The Origin and Transformation of Rwandan Myths
Ancient Rwanda had a rich collection of myths and ideologies long before the coming of Europeans. The traditional myths of origins, which provided a virtual charter of Tutsi supremacy, continue to play a central role to this day, though their meaning has radically changed over time. They are still the main frame of reference for conservative Tutsi elites, but since the early fifties, they have been given a quite different symbolic meaning by Western-educated Hutu elites.
These myths have been studied by Marcel d'Hertefelt,10 who identified five essential themes: the celestial origins of the Tutsi; the fundamental and “natural” differences among Tutsi, Hutu, and Twa; the superior civilization that the Tutsi brought to Rwanda; the threat of divine sanctions against those brazen enough to revolt against the monarchy; and the notion of divine kingship.
The first of these themes finds expression in the story of Kigwe, the founding hero of the royal clan, who descended from heaven, accompanied by his bother Mututsi and his sister Nyamparu. The second is the subject of numerous folktales and dynastic poems. A typical story is that of the stratagem used by God to determine who should rule over whom. So as to test their dependability, God decided to entrust Gahutu, Gatutsi, and Gatwa each with a pot of milk to watch over during the night. When dawn came, gluttonous Gatwa had drunk the milk; Gahutu had gone to sleep and spilt his milk; only the watchful Gatutsi had stayed up through the night to keep guard over his milk. The third is the theme of Tutsi civilization as inherently superior. Nowhere is this theme more tersely summed up than in the opening statement of a folktale of central Rwanda: “Dead are the dogs and the rats, giving way to the cows and the drum.” (The cows here allude to the Tutsi, who, according to legend, introduced pastoralism; the drum was a symbol of power.) Rwanda has no official history before the arrival of the Tutsi. Just as in the dark ages of pre-Islamic civilization ( jahiliya), it is assumed that until the Tutsi arrived, there was little worth remembering, much less recording.11
Why did these early myths take this shape? “The function of myth,” says M. I. Finley, “is to make the past intelligible and meaningful by selection, by focusing on a few bits of the past that thereby acquire permanence, relevance, and universal significance.”12 Rwanda's myths of origins did more than make the past intelligible. Their function was also to make the present legitimate in the eyes of both Hutu and Tutsi.
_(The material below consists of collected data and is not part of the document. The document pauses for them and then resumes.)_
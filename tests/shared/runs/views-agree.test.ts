/**
 * Every view of a run measures a sample the same way: the console (the engine's live figures), the test
 * record, replay, the live chart and the engine rebuilt after a restart. Random runs — gauge resets and
 * replacements, unloading and reloading, a calibration recorded mid-run, corrections — go through the
 * real engine (fake rig connection, virtual clock, no database), and every sample's figures are compared.
 */
import fc from 'fast-check';
import { afterEach, beforeEach, describe, expect, it, vi } from 'vitest';
import { createLiveStore } from '../../../client/src/features/live/live-store';
import { stateFromReadings } from '../../../client/src/features/replay/utils/timeline';
import { RunEngine } from '../../../server/runs/run-engine';
import { RunRecordBuilder } from '../../../server/services/run-record';
import type { RunEventDraft } from '../../../shared/runs/lifecycle';
import { type ModelEvent, type ModelSample, RunMeasurer, type RunSetupSnapshot } from '../../../shared/runs/measurement-model';
import type { SampleRow } from '../../../shared/runs/samples';
import type { RunView } from '../../../shared/schemas/runs';
import { PLAN, STAGES, VirtualClock, virtualRig, virtualRun } from './support/virtual-run';

interface RunShape {
  gauges: { direction: 1 | -1; xMm: number; yMm: number }[];
  apparatusWeightKn: number;
  stages: {
    samples: { channel: number; value: number; gapMs: number }[];
    resets: { gauge: number; beforeMm: number; afterMm: number; at: number }[];
    calibrate: number | null;
    reachByCommand: boolean;
  }[];
  corrections: { pick: number; value: number | null }[];
}

const runShape: fc.Arbitrary<RunShape> = fc.record({
  // Gauges round the plate at distinct places (a rig puts them apart).
  gauges: fc
    .array(fc.record({ direction: fc.constantFrom(1 as const, -1 as const), radiusMm: fc.integer({ min: 80, max: 140 }) }), { minLength: 2, maxLength: 4 })
    .map((gs) => gs.map((g, i, all) => ({ direction: g.direction, xMm: Math.round(g.radiusMm * Math.cos((2 * Math.PI * i) / all.length)), yMm: Math.round(g.radiusMm * Math.sin((2 * Math.PI * i) / all.length)) }))),
  apparatusWeightKn: fc.double({ min: 0, max: 3, noNaN: true }),
  stages: fc.array(
    fc.record({
      samples: fc.array(fc.record({ channel: fc.nat({ max: 4 }), value: fc.integer({ min: 0, max: 50_000 }), gapMs: fc.integer({ min: 1, max: 4_000 }) }), { minLength: 1, maxLength: 25 }),
      // A reset with a small jump; a replacement gauge reads anything after it.
      resets: fc.array(fc.record({ gauge: fc.nat({ max: 3 }), beforeMm: fc.double({ min: 0, max: 50, noNaN: true }), afterMm: fc.double({ min: 0, max: 50, noNaN: true }), at: fc.nat({ max: 24 }) }), { maxLength: 2 }),
      calibrate: fc.option(fc.double({ min: 0.3, max: 0.7, noNaN: true }), { freq: 3 }),
      reachByCommand: fc.boolean(),
    }),
    { minLength: 2, maxLength: STAGES.length },
  ),
  corrections: fc.array(fc.record({ pick: fc.nat(), value: fc.option(fc.integer({ min: 0, max: 50_000 })) }), { maxLength: 4 }),
});

/** What the console showed right after one sample. */
interface Seen {
  row: SampleRow;
  gauges: (number | null)[];
  meanSettlementMm: number | null;
  pressureKpa: number | null;
}

/** Runs the random run through the engine; returns what every view needs. */
async function runThrough(shape: RunShape) {
  const clock = new VirtualClock();
  const { snapshot, rig } = virtualRig(shape.gauges, shape.apparatusWeightKn);
  const { engine, setup, io, rows, events, pushed, last, command, read } = virtualRun(snapshot, rig, clock);
  engine.start();
  const seen: Seen[] = [];
  const restarts: { live: RunView['live']; engine: RunEngine; series: readonly { tMin: number; settlementMm: number }[] }[] = [];
  const sample = async (channel: number, value: number, gapMs: number) => {
    clock.advance(gapMs);
    read(channel % snapshot.channels.length, value / 1000);
    await vi.advanceTimersByTimeAsync(500); // flush and evaluate, as the engine's timers do
    const live = engine.view().live;
    seen.push({ row: rows[rows.length - 1], gauges: live.gauges.map((g) => g.settlementMm), meanSettlementMm: live.meanSettlementMm, pressureKpa: live.pressureKpa });
  };

  // Preparing: every gauge read, zeroed, started.
  for (const [i] of shape.gauges.entries()) await sample(i, 10_000 + 1_000 * i, 100);
  await command({ type: 'zero' });
  await command({ type: 'start' });
  for (const [si, st] of shape.stages.entries()) {
    if (si > 0) await command({ type: 'advance', reason: 'property test' });
    if (engine.state.phase === 'pumping' && st.reachByCommand) await command({ type: 'stage-reached' });
    for (const [k, s] of st.samples.entries()) {
      await sample(s.channel, s.value, s.gapMs);
      for (const r of st.resets.filter((x) => x.at === k)) {
        if (engine.state.phase !== 'holding' && engine.state.phase !== 'hold-met') continue;
        await command({ type: 'gauge-reset', channel: `g${(r.gauge % shape.gauges.length) + 1}`, beforeMm: r.beforeMm, afterMm: r.afterMm });
      }
      if (st.calibrate !== null && k === 0) {
        await engine.applyCalibration({ instrumentId: 9, serial: 'J-9', calibrationId: 100 + si, calibration: { inputUnit: 'bar', outputUnit: 'kN', curve: { kind: 'linear', c0: 0, c1: st.calibrate } } });
      }
    }
    if (engine.state.phase === 'pumping') await command({ type: 'stage-reached' });
    // A restart here: a new engine from the saved state, every event and the stage's samples.
    await engine.saved();
    const state = structuredClone(last.saved!);
    const from = state.lifecycle.stageStartedAtMs ?? Number.MAX_SAFE_INTEGER;
    const lastBefore = new Map<number, SampleRow>();
    for (const r of rows) if (r.tMs < from && r.value !== null) lastBefore.set(r.channel, r);
    const history = [...lastBefore.values(), ...rows.filter((r) => r.tMs >= from)].sort((a, b) => a.seq - b.seq).map(({ seq, tMs, channel, value }) => ({ seq, tMs, channel, value }));
    const rebuilt = new RunEngine({ ...setup, persisted: state, history: { events: events.map(asModelEvent), samples: history } }, io);
    restarts.push({ live: engine.view().live, engine: rebuilt, series: [...engine.holdSeries] });
  }
  await command({ type: 'stop', reason: 'end of the property run' });
  await engine.saved();
  return { snapshot, rows, events: events.map(asModelEvent), pushed, seen, restarts, finalView: engine.view() };
}

let recordReadingsCompared = 0;
const asModelEvent = (e: RunEventDraft): ModelEvent => ({ kind: e.kind, atMs: e.atMs, payload: e.payload });
const round = (x: number, places: number) => Math.round(x * 10 ** places) / 10 ** places;

describe('one measurement model for every view', () => {
  beforeEach(() => vi.useFakeTimers({ toFake: ['setInterval', 'clearInterval', 'setTimeout', 'clearTimeout'] }));
  afterEach(() => vi.useRealTimers());

  it('console = record = replay = live chart = rebuild after restart, for every sample', async () => {
    await fc.assert(
      fc.asyncProperty(runShape, async (shape) => {
        const { snapshot, rows, events, pushed, seen, restarts, finalView } = await runThrough(shape);
        expect(rows.map((r) => r.seq)).toEqual(rows.map((_, i) => i + 1));

        // The record's pure function: the model fed the stored rows and the saved events, in order.
        const model = new RunMeasurer(snapshot, events);
        const bySeq = new Map<number, Seen>();
        for (const s of seen) bySeq.set(s.row.seq, s);
        const latestRow = new Map<number, SampleRow>();
        for (const row of rows) {
          model.add(row);
          latestRow.set(row.channel, row);
          const s = bySeq.get(row.seq);
          if (!s) continue;
          const m = model.measure();
          expect(m.gauges.map((g) => g.settlementMm)).toEqual(s.gauges);
          expect(m.meanSettlementMm).toBe(s.meanSettlementMm);
          expect(m.pressureKpa).toBe(s.pressureKpa);
          // Replay: the last reading of each channel at that time, through the view's parameters.
          const replay = stateFromReadings(finalView, [...latestRow.values()].map((r) => ({ ...r, status: 0 })));
          expect(replay.pressureKpa).toBe(s.pressureKpa);
          if (s.gauges.every((g) => g !== null)) expect(replay.meanSettlementMm).toBe(s.meanSettlementMm);
        }

        // The record: each reading kept at a sample is the console's figures at that sample, rounded as the
        // record rounds.
        checkRecord(buildRecord(snapshot, events, rows), events, seen);

        // The live chart, fed the views and batches in the order the engine pushed them, and with every view
        // overtaken by the next batch (a command's view waits for its save while samples keep flowing).
        const expected = seen.filter((s) => snapshot.channels[s.row.channel].role === 'gauge' && s.meanSettlementMm !== null);
        for (const order of [pushed, viewsLate(pushed)]) {
          const store = createLiveStore();
          for (const p of order) {
            if ('view' in p) store.setView(p.view);
            else store.ingest({ runId: 1, seq: p.rows.map((r) => r.seq), t: p.rows.map((r) => r.tMs), channel: p.rows.map((r) => r.channel), value: p.rows.map((r) => r.value) });
          }
          expect(Array.from(store.series.column(0))).toEqual(expected.map((s) => s.row.tMs));
          expect(Array.from(store.series.column(1))).toEqual(expected.map((s) => s.meanSettlementMm));
        }

        // The engine rebuilt after a restart shows what the console showed at that moment and keeps the same hold series.
        for (const r of restarts) {
          const live = r.engine.view().live;
          expect(live.gauges.map((g) => g.settlementMm)).toEqual(r.live.gauges.map((g) => g.settlementMm));
          expect(live.meanSettlementMm).toBe(r.live.meanSettlementMm);
          expect(live.pressureKpa).toBe(r.live.pressureKpa);
          expect(r.engine.holdSeries).toEqual(r.series);
        }

        // Corrections: the record and replay take corrected values the same way.
        const corrected = correct(rows, shape.corrections);
        const cmodel = new RunMeasurer(snapshot, events);
        const cSeen: Seen[] = [];
        const latestC = new Map<number, ModelSample & { original: number | null }>();
        for (const [i, row] of corrected.entries()) {
          cmodel.add(row);
          const m = cmodel.measure();
          cSeen.push({ row: { ...rows[i], value: row.value }, gauges: m.gauges.map((g) => g.settlementMm), meanSettlementMm: m.meanSettlementMm, pressureKpa: m.pressureKpa });
          latestC.set(row.channel, { ...row, original: rows[i].value });
          // Replay knows one reading per channel: it can say only when none of them is marked faulty.
          if ([...latestC.values()].some((r) => r.value === null)) continue;
          const replay = stateFromReadings(
            finalView,
            [...latestC.values()].map((r) => ({ seq: r.seq, tMs: r.tMs, channel: r.channel, value: r.original, status: 0, ...(r.value !== r.original ? { correctedValue: r.value } : {}) })),
          );
          expect(replay.pressureKpa).toBe(m.pressureKpa);
          if (m.gauges.every((g) => g.settlementMm !== null)) expect(replay.meanSettlementMm).toBe(m.meanSettlementMm);
        }
        checkRecord(buildRecord(snapshot, events, corrected), events, cSeen);
      }),
      { numRuns: 40, endOnFailure: true },
    );
    expect(recordReadingsCompared).toBeGreaterThan(20); // the record comparison did compare
  }, 120_000);
});

/**
 * Each reading the record kept at a sample equals the figures measured at that sample, rounded as the record
 * rounds (t = 0 and a stage's closing reading are measured at events, between samples).
 */
function checkRecord(record: ReturnType<typeof buildRecord>, events: readonly ModelEvent[], seen: readonly Seen[]): void {
  for (const stage of record.stages) {
    const opened = events.find((e) => e.kind === 'target-reached' && Number(e.payload.stageIndex) === stage.index)!;
    for (const reading of stage.readings.slice(1, -1)) {
      const candidates = seen.filter((x) => x.row.tMs > opened.atMs && x.row.value !== null && round((x.row.tMs - opened.atMs) / 60_000, 4) === reading.tMin);
      if (candidates.length !== 1) continue; // tMin is kept to 6 ms: samples closer than that cannot be told apart
      const [s] = candidates;
      recordReadingsCompared++;
      expect(reading.pressureKpa).toBe(round(s.pressureKpa!, 2));
      expect(Object.values(reading.gauges)).toEqual(s.gauges.map((g) => round(g!, 4)));
    }
  }
}

/** The same pushes with each view delivered after the batch that followed it. */
function viewsLate<T extends object>(pushed: readonly T[]): T[] {
  const out = [...pushed];
  for (let i = 0; i < out.length - 1; i++) {
    if ('view' in out[i] && !('view' in out[i + 1])) {
      [out[i], out[i + 1]] = [out[i + 1], out[i]];
      i++;
    }
  }
  return out;
}

function buildRecord(snapshot: RunSetupSnapshot, events: ModelEvent[], rows: readonly ModelSample[]) {
  const builder = new RunRecordBuilder({ plan: PLAN, stages: STAGES, setup: snapshot, events });
  for (const r of rows) builder.add(r);
  return builder.finish();
}

/** Rows with some values corrected (null: marked faulty), as the record builder is fed them. */
function correct(rows: readonly SampleRow[], corrections: RunShape['corrections']): ModelSample[] {
  const out = rows.map(({ seq, tMs, channel, value }) => ({ seq, tMs, channel, value }));
  for (const c of corrections) if (out.length) out[c.pick % out.length].value = c.value;
  return out;
}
In time, legends became reality. The myths gained a life of their own and came to be not so much fictitious stories but rather “a statement of a bigger reality.” Its precedents, laws, and morals were, as Bronislaw Malinowski put it, “partially alive,”13 and provided powerful moral justification for the all-encompassing “premise of inequality.”14 Indeed, it was this very ability of these myths to validate oppression that eventually led Hutu politicians to recast them in a radically new light.